[Saved entries]
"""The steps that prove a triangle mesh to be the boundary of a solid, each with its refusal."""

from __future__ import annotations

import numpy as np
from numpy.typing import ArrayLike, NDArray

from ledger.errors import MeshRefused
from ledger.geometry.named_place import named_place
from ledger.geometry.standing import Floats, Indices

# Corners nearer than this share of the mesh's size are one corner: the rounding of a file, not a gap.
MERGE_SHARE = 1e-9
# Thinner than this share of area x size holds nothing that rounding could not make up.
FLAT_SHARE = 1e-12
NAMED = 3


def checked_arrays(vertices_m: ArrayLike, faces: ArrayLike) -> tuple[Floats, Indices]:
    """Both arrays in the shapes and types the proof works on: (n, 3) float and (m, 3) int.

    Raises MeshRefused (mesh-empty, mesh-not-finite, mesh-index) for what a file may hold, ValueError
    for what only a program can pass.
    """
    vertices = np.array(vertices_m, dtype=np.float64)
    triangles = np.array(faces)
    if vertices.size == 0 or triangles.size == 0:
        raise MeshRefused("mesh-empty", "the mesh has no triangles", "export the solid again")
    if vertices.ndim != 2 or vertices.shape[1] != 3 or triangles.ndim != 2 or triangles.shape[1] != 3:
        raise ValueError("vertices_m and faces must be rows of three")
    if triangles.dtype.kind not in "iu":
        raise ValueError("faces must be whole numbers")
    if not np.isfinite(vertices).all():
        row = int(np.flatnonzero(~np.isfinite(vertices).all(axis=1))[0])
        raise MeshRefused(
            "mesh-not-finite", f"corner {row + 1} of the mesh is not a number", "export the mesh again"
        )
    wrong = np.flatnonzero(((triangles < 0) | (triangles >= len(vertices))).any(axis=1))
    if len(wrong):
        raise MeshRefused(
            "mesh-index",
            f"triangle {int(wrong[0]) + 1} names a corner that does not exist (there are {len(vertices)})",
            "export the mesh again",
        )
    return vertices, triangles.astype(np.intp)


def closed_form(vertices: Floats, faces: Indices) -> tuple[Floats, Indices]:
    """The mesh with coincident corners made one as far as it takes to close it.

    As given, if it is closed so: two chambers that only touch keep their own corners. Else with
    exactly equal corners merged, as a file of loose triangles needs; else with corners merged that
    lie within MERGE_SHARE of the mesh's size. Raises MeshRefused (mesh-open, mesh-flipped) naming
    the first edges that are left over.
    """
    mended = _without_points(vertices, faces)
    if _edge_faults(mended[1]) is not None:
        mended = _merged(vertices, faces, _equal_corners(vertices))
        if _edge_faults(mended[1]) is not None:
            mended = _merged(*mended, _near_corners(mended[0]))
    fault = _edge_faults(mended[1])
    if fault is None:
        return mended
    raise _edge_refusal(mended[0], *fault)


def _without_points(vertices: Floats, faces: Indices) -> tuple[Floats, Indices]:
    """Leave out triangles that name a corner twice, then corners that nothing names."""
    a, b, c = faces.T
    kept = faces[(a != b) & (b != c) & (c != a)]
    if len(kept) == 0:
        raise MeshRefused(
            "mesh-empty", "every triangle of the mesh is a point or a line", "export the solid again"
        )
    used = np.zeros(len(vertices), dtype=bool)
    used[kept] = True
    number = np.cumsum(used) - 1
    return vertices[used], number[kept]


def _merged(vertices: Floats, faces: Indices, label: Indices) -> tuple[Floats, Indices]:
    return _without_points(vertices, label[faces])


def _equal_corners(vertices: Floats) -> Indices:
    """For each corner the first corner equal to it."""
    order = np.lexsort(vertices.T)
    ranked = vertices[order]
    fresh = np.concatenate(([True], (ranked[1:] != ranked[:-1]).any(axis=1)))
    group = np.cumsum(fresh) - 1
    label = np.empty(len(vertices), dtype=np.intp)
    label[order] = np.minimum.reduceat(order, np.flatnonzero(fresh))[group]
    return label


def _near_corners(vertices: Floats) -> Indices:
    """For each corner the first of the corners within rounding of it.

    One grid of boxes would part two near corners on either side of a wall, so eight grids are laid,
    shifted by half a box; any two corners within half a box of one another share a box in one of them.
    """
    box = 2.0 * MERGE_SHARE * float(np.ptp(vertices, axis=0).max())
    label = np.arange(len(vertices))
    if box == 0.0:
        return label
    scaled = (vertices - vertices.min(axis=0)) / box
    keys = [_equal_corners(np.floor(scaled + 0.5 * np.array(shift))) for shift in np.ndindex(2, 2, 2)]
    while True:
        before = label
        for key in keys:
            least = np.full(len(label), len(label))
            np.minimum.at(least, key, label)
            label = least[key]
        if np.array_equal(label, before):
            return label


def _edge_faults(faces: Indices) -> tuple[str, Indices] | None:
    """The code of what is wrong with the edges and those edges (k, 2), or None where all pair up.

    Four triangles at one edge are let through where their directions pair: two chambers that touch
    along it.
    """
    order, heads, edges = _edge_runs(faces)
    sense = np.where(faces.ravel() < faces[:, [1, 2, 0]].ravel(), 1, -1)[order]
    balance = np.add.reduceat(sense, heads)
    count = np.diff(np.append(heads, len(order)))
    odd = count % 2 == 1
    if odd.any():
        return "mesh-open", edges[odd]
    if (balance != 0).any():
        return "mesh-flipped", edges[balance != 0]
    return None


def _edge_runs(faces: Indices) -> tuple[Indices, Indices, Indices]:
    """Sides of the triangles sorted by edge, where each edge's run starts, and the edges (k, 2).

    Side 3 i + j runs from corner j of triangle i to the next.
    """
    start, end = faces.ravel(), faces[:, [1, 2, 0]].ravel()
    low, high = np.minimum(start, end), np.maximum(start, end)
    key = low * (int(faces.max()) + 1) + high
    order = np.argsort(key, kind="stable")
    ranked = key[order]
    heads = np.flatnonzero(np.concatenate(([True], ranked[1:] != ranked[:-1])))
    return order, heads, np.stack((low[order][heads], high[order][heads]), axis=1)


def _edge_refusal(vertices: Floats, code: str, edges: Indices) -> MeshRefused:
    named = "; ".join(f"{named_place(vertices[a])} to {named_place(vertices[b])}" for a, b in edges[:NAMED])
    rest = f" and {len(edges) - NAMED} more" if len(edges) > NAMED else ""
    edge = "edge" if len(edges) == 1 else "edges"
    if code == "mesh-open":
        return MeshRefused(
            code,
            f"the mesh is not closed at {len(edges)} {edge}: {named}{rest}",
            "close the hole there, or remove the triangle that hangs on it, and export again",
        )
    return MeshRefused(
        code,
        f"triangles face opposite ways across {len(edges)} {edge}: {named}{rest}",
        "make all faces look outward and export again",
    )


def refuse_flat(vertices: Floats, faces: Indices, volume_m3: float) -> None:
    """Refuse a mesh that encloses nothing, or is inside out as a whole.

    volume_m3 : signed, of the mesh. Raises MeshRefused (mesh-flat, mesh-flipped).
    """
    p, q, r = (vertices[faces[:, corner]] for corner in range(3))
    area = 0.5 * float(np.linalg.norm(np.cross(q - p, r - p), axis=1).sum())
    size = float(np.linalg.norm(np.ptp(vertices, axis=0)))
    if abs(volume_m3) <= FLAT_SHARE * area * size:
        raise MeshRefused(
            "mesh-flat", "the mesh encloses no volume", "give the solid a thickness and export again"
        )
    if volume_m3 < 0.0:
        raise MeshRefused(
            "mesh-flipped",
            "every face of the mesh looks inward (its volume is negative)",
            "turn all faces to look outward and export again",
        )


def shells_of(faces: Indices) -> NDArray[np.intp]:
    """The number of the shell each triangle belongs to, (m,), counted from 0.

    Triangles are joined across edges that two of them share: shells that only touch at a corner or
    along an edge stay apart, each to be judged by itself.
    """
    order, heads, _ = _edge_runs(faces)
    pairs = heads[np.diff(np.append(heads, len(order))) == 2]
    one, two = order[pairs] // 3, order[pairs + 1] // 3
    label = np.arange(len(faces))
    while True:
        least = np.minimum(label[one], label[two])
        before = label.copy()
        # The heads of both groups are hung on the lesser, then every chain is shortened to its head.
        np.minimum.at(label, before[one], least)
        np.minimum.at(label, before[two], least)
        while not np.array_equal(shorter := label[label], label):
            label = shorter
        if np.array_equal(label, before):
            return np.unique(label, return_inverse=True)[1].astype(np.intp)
--
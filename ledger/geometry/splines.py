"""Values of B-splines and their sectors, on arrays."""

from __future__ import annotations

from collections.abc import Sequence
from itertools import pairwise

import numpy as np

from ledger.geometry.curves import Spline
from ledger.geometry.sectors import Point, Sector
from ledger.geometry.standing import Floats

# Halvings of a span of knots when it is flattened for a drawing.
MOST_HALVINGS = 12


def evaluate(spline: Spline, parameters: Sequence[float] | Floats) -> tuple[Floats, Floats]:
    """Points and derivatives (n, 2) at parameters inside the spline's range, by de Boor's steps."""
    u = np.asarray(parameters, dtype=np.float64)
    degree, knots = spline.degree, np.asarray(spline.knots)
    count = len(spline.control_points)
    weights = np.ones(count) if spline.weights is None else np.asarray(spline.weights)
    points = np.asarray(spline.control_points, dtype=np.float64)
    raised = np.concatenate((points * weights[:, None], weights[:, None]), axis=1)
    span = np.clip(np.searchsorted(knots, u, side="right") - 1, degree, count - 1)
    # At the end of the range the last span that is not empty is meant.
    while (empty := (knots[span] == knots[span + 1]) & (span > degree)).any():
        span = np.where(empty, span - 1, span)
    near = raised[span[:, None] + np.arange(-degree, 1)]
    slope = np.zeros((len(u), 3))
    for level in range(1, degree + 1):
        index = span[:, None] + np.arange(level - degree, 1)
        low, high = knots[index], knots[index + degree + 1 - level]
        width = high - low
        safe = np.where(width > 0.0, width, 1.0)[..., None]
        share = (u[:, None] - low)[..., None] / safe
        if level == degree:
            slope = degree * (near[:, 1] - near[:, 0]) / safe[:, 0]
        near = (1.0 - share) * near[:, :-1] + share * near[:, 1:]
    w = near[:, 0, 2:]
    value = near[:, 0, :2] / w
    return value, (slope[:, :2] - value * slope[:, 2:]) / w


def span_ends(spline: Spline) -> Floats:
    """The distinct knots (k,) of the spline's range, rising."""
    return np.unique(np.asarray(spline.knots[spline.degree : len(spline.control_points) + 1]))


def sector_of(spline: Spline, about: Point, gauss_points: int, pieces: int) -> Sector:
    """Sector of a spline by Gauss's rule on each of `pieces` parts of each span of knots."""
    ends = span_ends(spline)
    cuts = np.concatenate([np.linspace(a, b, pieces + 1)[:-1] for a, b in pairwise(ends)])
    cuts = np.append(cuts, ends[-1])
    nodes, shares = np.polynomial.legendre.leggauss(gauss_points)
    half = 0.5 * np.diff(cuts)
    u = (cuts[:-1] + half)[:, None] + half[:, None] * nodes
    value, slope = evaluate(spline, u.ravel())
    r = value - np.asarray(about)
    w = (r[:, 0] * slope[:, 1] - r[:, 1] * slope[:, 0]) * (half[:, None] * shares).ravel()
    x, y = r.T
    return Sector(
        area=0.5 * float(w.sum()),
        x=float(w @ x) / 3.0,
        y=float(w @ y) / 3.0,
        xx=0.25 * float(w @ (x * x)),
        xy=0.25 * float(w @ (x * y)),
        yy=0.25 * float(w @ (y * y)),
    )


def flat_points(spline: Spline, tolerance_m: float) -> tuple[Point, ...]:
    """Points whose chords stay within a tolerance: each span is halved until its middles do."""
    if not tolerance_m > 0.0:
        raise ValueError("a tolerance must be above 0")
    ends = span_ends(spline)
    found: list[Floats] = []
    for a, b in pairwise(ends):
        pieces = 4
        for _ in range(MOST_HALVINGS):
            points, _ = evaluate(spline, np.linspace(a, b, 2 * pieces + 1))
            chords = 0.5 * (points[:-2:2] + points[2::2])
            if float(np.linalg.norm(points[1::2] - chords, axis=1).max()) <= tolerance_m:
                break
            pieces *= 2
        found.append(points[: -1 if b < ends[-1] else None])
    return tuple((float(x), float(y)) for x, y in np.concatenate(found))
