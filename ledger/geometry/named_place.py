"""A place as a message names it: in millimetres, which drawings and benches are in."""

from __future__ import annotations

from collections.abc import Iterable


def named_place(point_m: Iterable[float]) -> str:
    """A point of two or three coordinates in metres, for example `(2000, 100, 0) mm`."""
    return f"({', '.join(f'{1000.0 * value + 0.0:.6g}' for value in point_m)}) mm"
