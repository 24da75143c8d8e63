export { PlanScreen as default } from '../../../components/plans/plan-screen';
---
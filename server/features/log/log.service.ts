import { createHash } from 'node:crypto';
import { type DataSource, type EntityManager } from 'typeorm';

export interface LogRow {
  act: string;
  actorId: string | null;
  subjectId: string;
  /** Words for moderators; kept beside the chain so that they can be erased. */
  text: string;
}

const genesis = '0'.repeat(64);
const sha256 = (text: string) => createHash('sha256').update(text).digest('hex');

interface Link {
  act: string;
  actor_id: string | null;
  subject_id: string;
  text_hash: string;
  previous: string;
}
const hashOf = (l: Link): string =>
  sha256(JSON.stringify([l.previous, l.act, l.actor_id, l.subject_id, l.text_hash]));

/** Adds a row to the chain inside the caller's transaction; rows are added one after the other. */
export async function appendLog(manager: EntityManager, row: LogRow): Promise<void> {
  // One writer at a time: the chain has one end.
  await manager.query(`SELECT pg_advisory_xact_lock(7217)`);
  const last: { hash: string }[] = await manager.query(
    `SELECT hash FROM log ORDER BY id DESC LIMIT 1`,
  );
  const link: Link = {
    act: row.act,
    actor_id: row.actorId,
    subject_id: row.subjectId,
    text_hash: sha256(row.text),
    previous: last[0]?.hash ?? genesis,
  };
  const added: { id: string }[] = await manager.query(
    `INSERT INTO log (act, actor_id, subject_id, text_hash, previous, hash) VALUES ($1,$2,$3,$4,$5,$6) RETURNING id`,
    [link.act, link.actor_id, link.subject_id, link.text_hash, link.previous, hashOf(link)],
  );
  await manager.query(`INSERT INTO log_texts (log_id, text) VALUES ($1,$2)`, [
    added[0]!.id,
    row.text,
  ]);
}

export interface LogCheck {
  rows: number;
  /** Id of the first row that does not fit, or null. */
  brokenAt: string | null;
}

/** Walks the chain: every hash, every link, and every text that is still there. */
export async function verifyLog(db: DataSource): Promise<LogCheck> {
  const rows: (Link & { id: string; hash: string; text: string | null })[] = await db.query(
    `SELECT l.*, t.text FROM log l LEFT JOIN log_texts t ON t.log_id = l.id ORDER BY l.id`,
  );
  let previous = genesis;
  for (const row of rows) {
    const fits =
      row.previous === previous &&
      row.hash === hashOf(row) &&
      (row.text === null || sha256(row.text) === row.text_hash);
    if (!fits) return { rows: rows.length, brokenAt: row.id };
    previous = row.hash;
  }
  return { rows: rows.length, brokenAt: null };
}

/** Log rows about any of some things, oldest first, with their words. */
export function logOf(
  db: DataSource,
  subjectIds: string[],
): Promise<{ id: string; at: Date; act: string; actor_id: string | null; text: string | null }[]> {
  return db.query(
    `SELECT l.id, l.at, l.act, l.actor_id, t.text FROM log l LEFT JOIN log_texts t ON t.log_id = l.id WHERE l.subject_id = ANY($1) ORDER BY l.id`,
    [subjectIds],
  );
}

## ACTION ITEM
Restate word for word the lines of the data above, starting at the line containing "return _without_points(vertices, label[faces])" and ending at the line containing "all pair up.", both included, and nothing more.

## SOLUTION
    return _without_points(vertices, label[faces])


def _equal_corners(vertices: Floats) -> Indices:
    """For each corner the first corner equal to it."""
    order = np.lexsort(vertices.T)
    ranked = vertices[order]
    fresh = np.concatenate(([True], (ranked[1:] != ranked[:-1]).any(axis=1)))
    group = np.cumsum(fresh) - 1
    label = np.empty(len(vertices), dtype=np.intp)
    label[order] = np.minimum.reduceat(order, np.flatnonzero(fresh))[group]
    return label


def _near_corners(vertices: Floats) -> Indices:
    """For each corner the first of the corners within rounding of it.

    One grid of boxes would part two near corners on either side of a wall, so eight grids are laid,
    shifted by half a box; any two corners within half a box of one another share a box in one of them.
    """
    box = 2.0 * MERGE_SHARE * float(np.ptp(vertices, axis=0).max())
    label = np.arange(len(vertices))
    if box == 0.0:
        return label
    scaled = (vertices - vertices.min(axis=0)) / box
    keys = [_equal_corners(np.floor(scaled + 0.5 * np.array(shift))) for shift in np.ndindex(2, 2, 2)]
    while True:
        before = label
        for key in keys:
            least = np.full(len(label), len(label))
            np.minimum.at(least, key, label)
            label = least[key]
        if np.array_equal(label, before):
            return label


def _edge_faults(faces: Indices) -> tuple[str, Indices] | None:
    """The code of what is wrong with the edges and those edges (k, 2), or None where all pair up.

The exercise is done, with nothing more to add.